Segment Start: GIVEN INFORMATION
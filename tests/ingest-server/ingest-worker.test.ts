import { createHash } from 'node:crypto';
import { readFileSync } from 'node:fs';
import { Readable } from 'node:stream';
import { and, asc, eq } from 'drizzle-orm';
import { beforeAll, expect, it } from 'vitest';
import { db } from '~/server/db/client';
import { tagHoursOf } from '~/server/services/tag-hours';
import { layoutProfiles, sites, tagHourHistory, tagHours, tags, uploadRejects, uploads, user } from '~/server/db/schema';
import { queue } from '~/server/queue';
import { completeBrowserUpload, confirmLayout, createBrowserUpload, receiveApiUpload, rejectsCsv } from '~/server/services/uploads';
import { objectSize } from '~/server/storage';
import { registerHandlers } from '~/worker/handlers';
import { expectClose } from '../support/expect-close';
import { describeIntegration } from '../support/integration';

const FIX = 'tests/fixtures/ingest-server';
const file = (name: string) => readFileSync(`${FIX}/${name}`);
const sha = (b: Buffer) => createHash('sha256').update(b).digest('hex');

let siteId: string;
let userId: string;

/** Uploads like the browser does: record first, presigned PUT straight into the store, then complete. */
async function browserUpload(name: string, body: Buffer, withHash = true) {
  const created = await createBrowserUpload(siteId, { fileName: name, sizeBytes: body.length, contentType: 'text/csv', sha256: withHash ? sha(body) : undefined }, userId);
  const put = await fetch(created.url, { method: 'PUT', body: new Uint8Array(body), headers: created.headers });
  expect(put.status).toBe(200);
  await completeBrowserUpload(created.uploadId);
  return created.uploadId;
}

async function machineUpload(name: string, body: Buffer) {
  return receiveApiUpload(siteId, name, Readable.from([body]), {});
}

async function waitFor(uploadId: string, states: string[], timeoutMs = 20_000) {
  const t0 = Date.now();
  for (;;) {
    const [u] = await db().select().from(uploads).where(eq(uploads.id, uploadId));
    if (u && states.includes(u.status)) return u;
    if (Date.now() - t0 > timeoutMs) throw new Error(`upload ${uploadId} stayed ${u?.status}`);
    await new Promise((r) => setTimeout(r, 100));
  }
}

/** A tag's hours as the tag-hours API answers them (covered fraction, flag names, uploads), with the tag's key. */
async function hoursOf(tagName: string) {
  const [t] = await db().select().from(tags).where(and(eq(tags.siteId, siteId), eq(tags.name, tagName)));
  if (!t) return [];
  const out = await tagHoursOf(siteId, tagName, new Date('2026-01-01T00:00:00Z'), new Date('2027-01-01T00:00:00Z'));
  return out.hours.map((h) => ({ ...h, hourStart: new Date(h.hourStart), tagId: t.seq }));
}

/**
 * Reference statistics of a one-minute series within one hour, written independently of the ingest
 * core: trapezoids between consecutive samples (linear interpolation), the hour's share only.
 */
function trapezoid(points: [minute: number, value: number][], hourStartMin: number) {
  let area = 0;
  let covered = 0;
  let sq = 0;
  for (let i = 0; i + 1 < points.length; i++) {
    const [m0, v0] = points[i]!;
    const [m1, v1] = points[i + 1]!;
    if (m0 < hourStartMin || m1 > hourStartMin + 60) continue;
    area += ((v0 + v1) / 2) * (m1 - m0);
    // integral of a straight line squared over the segment
    sq += ((v0 * v0 + v0 * v1 + v1 * v1) / 3) * (m1 - m0);
    covered += m1 - m0;
  }
  const mean = area / covered;
  return { mean, std: Math.sqrt(Math.max(0, sq / covered - mean * mean)), coveredMin: covered };
}
const pressure = (m: number) => 40 + 0.01 * (m % 60);

describeIntegration('historian file ingest through the real worker, PostgreSQL and the object store', () => {
  beforeAll(async () => {
    const [s] = await db().insert(sites).values({ name: `Ingest test site ${Date.now()}`, timeZone: 'UTC' }).returning();
    siteId = s!.id;
    const [u] = await db().select().from(user).where(eq(user.email, 'operator@demo.lossline.test'));
    userId = u!.id;
    await registerHandlers(await queue());
  });

  it('a first browser file of a new shape waits for review; the confirmed layout is saved and the file read', async () => {
    const id = await browserUpload('shift-a.csv', file('shift-a.csv'));
    const waiting = await waitFor(id, ['needs-review', 'done', 'failed']);
    expect(waiting.status).toBe('needs-review');
    const detection = waiting.detection as { profile: { fingerprint: string; layout: string; unitRowIndex: number | null }; preview: unknown[] };
    expect(detection.profile.layout).toBe('wide');
    expect(detection.profile.unitRowIndex).not.toBeNull();
    expect(detection.preview.length).toBeGreaterThan(0);

    await confirmLayout(id, detection.profile as never, 'Boiler house one-minute export', userId);
    const done = await waitFor(id, ['done', 'failed']);
    expect(done.failureReason).toBeNull();
    expect(done.status).toBe('done');
    const summary = done.summary as { tags: number; rows: number; rejected: number };
    expect(summary.rows).toBe(150);
    expect(summary.tags).toBe(3);
    expect(summary.rejected).toBe(1);

    // New tags are created unlinked, with the unit from the file's units row as a hint.
    const t = await db().select().from(tags).where(eq(tags.siteId, siteId)).orderBy(asc(tags.name));
    expect(t.map((x) => [x.name, x.unitHint])).toEqual([
      ['HG.FT-112', 't/h'],
      ['HG.PT-110', 'barg'],
      ['HG.TT-111', 'degC'],
    ]);

    // Hour 00:00-01:00: full cover, time-weighted mean by linear interpolation (independent trapezoids).
    const h = await hoursOf('HG.PT-110');
    expect(h.map((x) => x.hourStart.toISOString())).toEqual(['2026-03-10T00:00:00.000Z', '2026-03-10T01:00:00.000Z', '2026-03-10T02:00:00.000Z']);
    const ref0 = trapezoid([...Array.from({ length: 61 }, (_, m) => [m, pressure(m)] as [number, number])], 0);
    expectClose(h[0]!.mean!, ref0.mean, { rtol: 1e-7, label: 'self-consistency: trapezoid mean (stored as float4: 7 digits)' });
    expectClose(h[0]!.std!, ref0.std, { rtol: 1e-6, label: 'self-consistency: time-weighted spread' });
    expect([h[0]!.min, h[0]!.max, h[0]!.first, h[0]!.last, h[0]!.samples]).toEqual([40, 40.59, 40, 40.59, 60]);
    expectClose(h[0]!.coveredFraction, 1, { rtol: 1e-12 });
    // The last hour of the file is covered 02:00-02:29 only.
    expectClose(h[2]!.coveredFraction, 29 / 60, { rtol: 1e-12 });

    // The shutdown marker is counted and kept out of the statistics, and listed in the report.
    const flow = await hoursOf('HG.FT-112');
    expect(flow[2]!.nonNumeric).toBe(1);
    expect(flow[2]!.mean).toBe(30);
    const csv = await rejectsCsv(id);
    expect(csv).toContain('HG.FT-112');
    expect(csv).toContain('Shutdown');
    expect(csv).toContain('not a number');
  });

  it('a later file of the same shape uses the saved layout; a shared hour combines both files exactly', async () => {
    const id = await browserUpload('shift-b.csv', file('shift-b.csv'));
    const done = await waitFor(id, ['done', 'failed', 'needs-review']);
    expect(done.status).toBe('done');
    const [profile] = await db().select().from(layoutProfiles).where(eq(layoutProfiles.siteId, siteId));
    expect(done.profileId).toBe(profile!.id);

    const h = await hoursOf('HG.PT-110');
    expect(h.map((x) => x.hourStart.toISOString())).toEqual([
      '2026-03-10T00:00:00.000Z',
      '2026-03-10T01:00:00.000Z',
      '2026-03-10T02:00:00.000Z',
      '2026-03-10T03:00:00.000Z',
    ]);
    // Hour 02:00: file A holds 02:00-02:29, file B 02:30-03:00 (its 03:00 sample closes the hour).
    // Merged sample by sample, they are one series: the minute 02:29-02:30 between the files is
    // drawn too, so the hour is fully covered (independent trapezoids over the union of samples).
    const merged = trapezoid(Array.from({ length: 61 }, (_, i) => [120 + i, pressure(120 + i)] as [number, number]), 120);
    expectClose(h[2]!.mean!, merged.mean, { rtol: 1e-7, label: 'self-consistency: mean of the merged samples (float4)' });
    expectClose(h[2]!.coveredFraction, 1, { rtol: 1e-12 });
    expect(h[2]!.samples).toBe(60);
    expect(h[2]!.uploadIds.length).toBe(2);
    expect(h[2]!.flags).toContain('combined-files');
  });

  it('the same bytes again are recognised and not read twice, from the browser and from a machine', async () => {
    const before = await hoursOf('HG.PT-110');
    const again = await browserUpload('shift-a (copy).csv', file('shift-a.csv'));
    const u1 = await waitFor(again, ['done', 'failed', 'needs-review']);
    expect(u1.duplicateOf).not.toBeNull();
    const m = await machineUpload('shift-b-again.csv', file('shift-b.csv'));
    expect(m.duplicateOf).not.toBeNull();
    const after = await hoursOf('HG.PT-110');
    expect(after.map((x) => [x.mean, x.samples])).toEqual(before.map((x) => [x.mean, x.samples]));
  });

  it('a newer file with the same readings replaces them for the time both cover; the old figures stay in history', async () => {
    const before = (await hoursOf('HG.PT-110'))[1]!;
    const { uploadId } = await machineUpload('shift-a-corrected.csv', file('shift-a-corrected.csv'));
    const done = await waitFor(uploadId, ['done', 'failed', 'needs-review']);
    expect(done.status).toBe('done');
    const h = (await hoursOf('HG.PT-110'))[1]!;
    expectClose(h.mean!, before.mean! + 1, { rtol: 1e-3 });
    expect(h.flags).toContain('replaced-older-file');
    expect(h.uploadIds).toEqual([uploadId]);
    const hist = await db().select().from(tagHourHistory).where(and(eq(tagHourHistory.tagId, h.tagId), eq(tagHourHistory.replacedByUploadId, uploadId)));
    expect(hist.length).toBe(1);
    expectClose((hist[0]!.previous as { mean: number }).mean, before.mean!, { rtol: 1e-7 });
  });

  for (const [k, [name, expected]] of ([
    ['empty.csv', /empty/i],
    ['header-only.csv', /no data rows/i],
    ['duplicated-headers.csv', /HG\.PT-110/],
    ['binary.csv', /binary|not a text/i],
  ] as const).entries()) {
    it(`bad input ${name}: a clear reason, the raw file kept, no tag hours, and the worker keeps serving`, async () => {
      const siteHours = async () =>
        (await db().select({ n: tagHours.tagId }).from(tagHours).innerJoin(tags, eq(tags.seq, tagHours.tagId)).where(eq(tags.siteId, siteId))).length;
      const hoursBefore = await siteHours();
      const { uploadId } = await machineUpload(name, file(name));
      const failed = await waitFor(uploadId, ['failed', 'done', 'needs-review']);
      expect(failed.status).toBe('failed');
      expect(failed.failureReason).toMatch(expected);
      expect(await objectSize(failed.objectKey)).toBe(file(name).length);
      expect(await siteHours()).toBe(hoursBefore);
      // The worker still reads the next good file.
      const good = await machineUpload(`after-${name}`, Buffer.concat([file('shift-b.csv'), Buffer.from(`2026-03-10 05:0${k}:00,40.00,400.0,30.0\n`)]));
      expect((await waitFor(good.uploadId, ['done', 'failed', 'needs-review'])).status).toBe('done');
    });
  }

  it('a worker killed in the middle leaves the upload to be read again from the start with the same result', async () => {
    const body = Buffer.from(file('shift-a.csv').toString().replace('2026-03-10', '2026-03-11').replaceAll('2026-03-10', '2026-03-11'));
    const { uploadId } = await machineUpload('day-two.csv', body);
    const first = await waitFor(uploadId, ['done', 'failed', 'needs-review']);
    expect(first.status).toBe('done');
    const snapshot = async () => {
      const [t] = await db().select().from(tags).where(and(eq(tags.siteId, siteId), eq(tags.name, 'HG.TT-111')));
      return (await hoursOf('HG.TT-111'))
        .filter((x) => x.hourStart.toISOString().startsWith('2026-03-11'))
        .map((x) => [x.hourStart.toISOString(), x.mean, x.samples, x.coveredFraction]);
    };
    const expected = await snapshot();
    // Simulate a crash mid-read: its transaction never committed, so the hours are not there, and the
    // upload is left 'processing'.
    const [t] = await db().select().from(tags).where(and(eq(tags.siteId, siteId), eq(tags.name, 'HG.TT-111')));
    await db().delete(tagHours).where(eq(tagHours.tagId, t!.seq));
    await db().delete(uploadRejects).where(eq(uploadRejects.uploadId, uploadId));
    await db().update(uploads).set({ status: 'processing', attempts: 1 }).where(eq(uploads.id, uploadId));
    // A worker starting up finds the half-read upload and queues it again; the running handler reads it.
    const { resumeInterruptedUploads } = await import('~/server/services/ingest');
    expect(await resumeInterruptedUploads()).toBeGreaterThanOrEqual(1);
    const out = await waitFor(uploadId, ['done', 'failed', 'needs-review']);
    expect(out.status).toBe('done');
    const again = (await snapshot()).filter((r) => (r[0] as string) >= '2026-03-11');
    expect(again).toEqual(expected);
  });
});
Segment End: GIVEN INFORMATION
## DIRECTIONS
Transcribe exactly, please, the lines from the one with "status: 'processing', attempts: 1" to the last line of the entries above, ends included.

## OUTPUT FOR THIS EXERCISE
    await db().update(uploads).set({ status: 'processing', attempts: 1 }).where(eq(uploads.id, uploadId));
    // A worker starting up finds the half-read upload and queues it again; the running handler reads it.
    const { resumeInterruptedUploads } = await import('~/server/services/ingest');
    expect(await resumeInterruptedUploads()).toBeGreaterThanOrEqual(1);
    const out = await waitFor(uploadId, ['done', 'failed', 'needs-review']);
    expect(out.status).toBe('done');
    const again = (await snapshot()).filter((r) => (r[0] as string) >= '2026-03-11');
    expect(again).toEqual(expected);
  });
});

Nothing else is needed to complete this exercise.